_Provided material_
import { assertBetween, assertWithinBounds } from '../bounds.ts';
import type { LimitFacts } from './limit-facts.ts';
import { limitOfRow } from './limit-of-row.ts';
import type { LimitRow } from './limit-row.ts';
import type { Limit, LimitNote, LimitsFound, NoLimit } from './limit.ts';
import { notesOn } from './notes-on.ts';
import { productsOf, rowsFor, rowsOfRegion } from './rows-for.ts';
import { sugarFit, type SugarFit } from './sugar-fits.ts';

/**
 * The limits of SO2 for a wine in a market, of total and of free apart; or why none is on file. What nobody said is
 * taken at its strictest: colour, sugar (dry, or above 5 g/L where the wine is called sweet), the class of a sparkling
 * wine, the density. Sugar counts in the basis that the law names.
 *
 * @param facts sugar in g/L, density in kg/L
 * @throws RangeError for a sugar or a density outside its bounds
 *
 * Source: `limit-rows`, where every row names its text.
 *
 * @example
 * ```ts
 * limitsFor({ region: 'eu', style: 'red', sugar_g_L: 4.99 }).total?.limit_mg_L // => 150
 * limitsFor({ region: 'eu', style: 'red', sugar_g_L: 5 }).total?.rule // => 'eu-red-5'
 * limitsFor({ style: 'red', sugar_g_L: 4 }).total?.rule // => 'oiv-red-dry'
 * limitsFor({ region: 'uy' }).none // => { region: 'uy', product: 'still', reason: 'not-found' }
 * limitsFor({ region: 'cl' }).free?.limit_mg_L // => 75
 * ```
 */
export function limitsFor(facts: LimitFacts): LimitsFound {
  assertWithinBounds('find a limit', 'sugar_g_L', facts.sugar_g_L);
  if (facts.density_kg_L !== undefined)
    assertBetween('find a limit', 'density_kg_L', facts.density_kg_L, 0.9, 1.4);
  const { region = 'oiv' } = facts;
  if (facts.stage === 'must') return { none: noneFor(facts, 'must'), notes: [] };
  const rows = rowsFor(facts).filter((row) => row.note !== 'from-seven-percent' || isSevenPercent(facts));
  const found = { total: strictest(rows, 'total', facts), free: strictest(rows, 'free', facts) };
  const chosen = [found.total, found.free].filter((one) => one !== undefined);
  if (chosen.length === 0) return { none: noneFor(facts), notes: notesOn(chosen, rows, facts) };
  const limitOf = (one: Chosen | undefined): Limit | undefined =>
    one && { ...limitOfRow(one.row, facts), region };
  const total = limitOf(found.total);
  const free = limitOf(found.free);
  const notes: readonly LimitNote[] = notesOn(chosen, rows, facts);
  return { ...(total && { total }), ...(free && { free }), notes };
}

/** A row that was chosen, and whether its sugar stands at an end that the text leaves open. */
export interface Chosen {
  readonly row: LimitRow;
  readonly atOpenEnd: boolean;
}

interface Fitting {
  readonly row: LimitRow;
  readonly fit: SugarFit;
}

/** Of the rows that the wine may fall under, what was opened before what is ordinary, then the least figure. */
function strictest(rows: readonly LimitRow[], of: Limit['of'], facts: LimitFacts): Chosen | undefined {
  const isSweet = facts.category === 'sweet' || facts.designated_mg_L !== undefined;
  const fitting = rows
    .filter((row) => (row.of === 'free' ? 'free' : 'total') === of)
    .map((row) => ({ row, fit: sugarFit(row.sugar, facts.sugar_g_L, isSweet) }))
    .filter(({ fit }) => fit !== 'out');
  const isIn = ({ fit }: Fitting): boolean => fit !== 'at-open-end';
  const opened = fitting.filter(({ row }) => replacesOrdinary(row));
  const openedIn = opened.filter(isIn);
  const ordinaryIn = fitting.filter((one) => isIn(one) && !opened.includes(one));
  const atEnds = ordinaryIn.length > 0 ? [...opened, ...ordinaryIn] : fitting;
  const left = openedIn.length > 0 ? openedIn : atEnds;
  const bySugar = left.filter(({ row, fit }) => row.sugar !== undefined && fit !== 'unknown');
  const [first] = (bySugar.length > 0 ? bySugar : left).toSorted((a, b) => byStrictness(a.row, b.row, facts));
  return first && { row: first.row, atOpenEnd: first.fit === 'at-open-end' };
}

/** A row that somebody's word has opened; dry and sweet are split by every wine. */
function replacesOrdinary({ designation }: LimitRow): boolean {
  return designation !== undefined && designation !== 'dry' && designation !== 'sweet';
}

function byStrictness(a: LimitRow, b: LimitRow, facts: LimitFacts): number {
  const [one, other] = [limitOfRow(a, facts), limitOfRow(b, facts)];
  return one.limit_mg_L - other.limit_mg_L || one.operator.length - other.operator.length;
}

/** Below 7 % vol the rule of the class does not hold (from memory). */
function isSevenPercent({ alcohol_percent }: LimitFacts): boolean {
  return alcohol_percent === undefined || alcohol_percent >= 7;
}

function noneFor(facts: LimitFacts, stage?: 'must'): NoLimit {
  const { region = 'oiv' } = facts;
  const isLooked = rowsOfRegion(region).some(({ status }) => status === 'not-found');
  const [product = 'still', another] = productsOf(facts);
  return {
    region,
    product: stage ?? (another === undefined ? product : 'sparkling'),
    reason: isLooked ? 'not-found' : 'not-on-file',
  };
}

_Your goal_
The answer must be an exact copy of every record above.

_Output of the exercise_
import { assertBetween, assertWithinBounds } from '../bounds.ts';
import type { LimitFacts } from './limit-facts.ts';
import { limitOfRow } from './limit-of-row.ts';
import type { LimitRow } from './limit-row.ts';
import type { Limit, LimitNote, LimitsFound, NoLimit } from './limit.ts';
import { notesOn } from './notes-on.ts';
import { productsOf, rowsFor, rowsOfRegion } from './rows-for.ts';
import { sugarFit, type SugarFit } from './sugar-fits.ts';

/**
 * The limits of SO2 for a wine in a market, of total and of free apart; or why none is on file. What nobody said is
 * taken at its strictest: colour, sugar (dry, or above 5 g/L where the wine is called sweet), the class of a sparkling
 * wine, the density. Sugar counts in the basis that the law names.
 *
 * @param facts sugar in g/L, density in kg/L
 * @throws RangeError for a sugar or a density outside its bounds
 *
 * Source: `limit-rows`, where every row names its text.
 *
 * @example
 * ```ts
 * limitsFor({ region: 'eu', style: 'red', sugar_g_L: 4.99 }).total?.limit_mg_L // => 150
 * limitsFor({ region: 'eu', style: 'red', sugar_g_L: 5 }).total?.rule // => 'eu-red-5'
 * limitsFor({ style: 'red', sugar_g_L: 4 }).total?.rule // => 'oiv-red-dry'
 * limitsFor({ region: 'uy' }).none // => { region: 'uy', product: 'still', reason: 'not-found' }
 * limitsFor({ region: 'cl' }).free?.limit_mg_L // => 75
 * ```
 */
export function limitsFor(facts: LimitFacts): LimitsFound {
  assertWithinBounds('find a limit', 'sugar_g_L', facts.sugar_g_L);
  if (facts.density_kg_L !== undefined)
    assertBetween('find a limit', 'density_kg_L', facts.density_kg_L, 0.9, 1.4);
  const { region = 'oiv' } = facts;
  if (facts.stage === 'must') return { none: noneFor(facts, 'must'), notes: [] };
  const rows = rowsFor(facts).filter((row) => row.note !== 'from-seven-percent' || isSevenPercent(facts));
  const found = { total: strictest(rows, 'total', facts), free: strictest(rows, 'free', facts) };
  const chosen = [found.total, found.free].filter((one) => one !== undefined);
  if (chosen.length === 0) return { none: noneFor(facts), notes: notesOn(chosen, rows, facts) };
  const limitOf = (one: Chosen | undefined): Limit | undefined =>
    one && { ...limitOfRow(one.row, facts), region };
  const total = limitOf(found.total);
  const free = limitOf(found.free);
  const notes: readonly LimitNote[] = notesOn(chosen, rows, facts);
  return { ...(total && { total }), ...(free && { free }), notes };
}

/** A row that was chosen, and whether its sugar stands at an end that the text leaves open. */
export interface Chosen {
  readonly row: LimitRow;
  readonly atOpenEnd: boolean;
}

interface Fitting {
  readonly row: LimitRow;
  readonly fit: SugarFit;
}

/** Of the rows that the wine may fall under, what was opened before what is ordinary, then the least figure. */
function strictest(rows: readonly LimitRow[], of: Limit['of'], facts: LimitFacts): Chosen | undefined {
  const isSweet = facts.category === 'sweet' || facts.designated_mg_L !== undefined;
  const fitting = rows
    .filter((row) => (row.of === 'free' ? 'free' : 'total') === of)
    .map((row) => ({ row, fit: sugarFit(row.sugar, facts.sugar_g_L, isSweet) }))
    .filter(({ fit }) => fit !== 'out');
  const isIn = ({ fit }: Fitting): boolean => fit !== 'at-open-end';
  const opened = fitting.filter(({ row }) => replacesOrdinary(row));
  const openedIn = opened.filter(isIn);
  const ordinaryIn = fitting.filter((one) => isIn(one) && !opened.includes(one));
  const atEnds = ordinaryIn.length > 0 ? [...opened, ...ordinaryIn] : fitting;
  const left = openedIn.length > 0 ? openedIn : atEnds;
  const bySugar = left.filter(({ row, fit }) => row.sugar !== undefined && fit !== 'unknown');
  const [first] = (bySugar.length > 0 ? bySugar : left).toSorted((a, b) => byStrictness(a.row, b.row, facts));
  return first && { row: first.row, atOpenEnd: first.fit === 'at-open-end' };
}

/** A row that somebody's word has opened; dry and sweet are split by every wine. */
function replacesOrdinary({ designation }: LimitRow): boolean {
  return designation !== undefined && designation !== 'dry' && designation !== 'sweet';
}

function byStrictness(a: LimitRow, b: LimitRow, facts: LimitFacts): number {
  const [one, other] = [limitOfRow(a, facts), limitOfRow(b, facts)];
  return one.limit_mg_L - other.limit_mg_L || one.operator.length - other.operator.length;
}

/** Below 7 % vol the rule of the class does not hold (from memory). */
function isSevenPercent({ alcohol_percent }: LimitFacts): boolean {
  return alcohol_percent === undefined || alcohol_percent >= 7;
}

function noneFor(facts: LimitFacts, stage?: 'must'): NoLimit {
  const { region = 'oiv' } = facts;
  const isLooked = rowsOfRegion(region).some(({ status }) => status === 'not-found');
  const [product = 'still', another] = productsOf(facts);
  return {
    region,
    product: stage ?? (another === undefined ? product : 'sparkling'),
    reason: isLooked ? 'not-found' : 'not-on-file',
  };
}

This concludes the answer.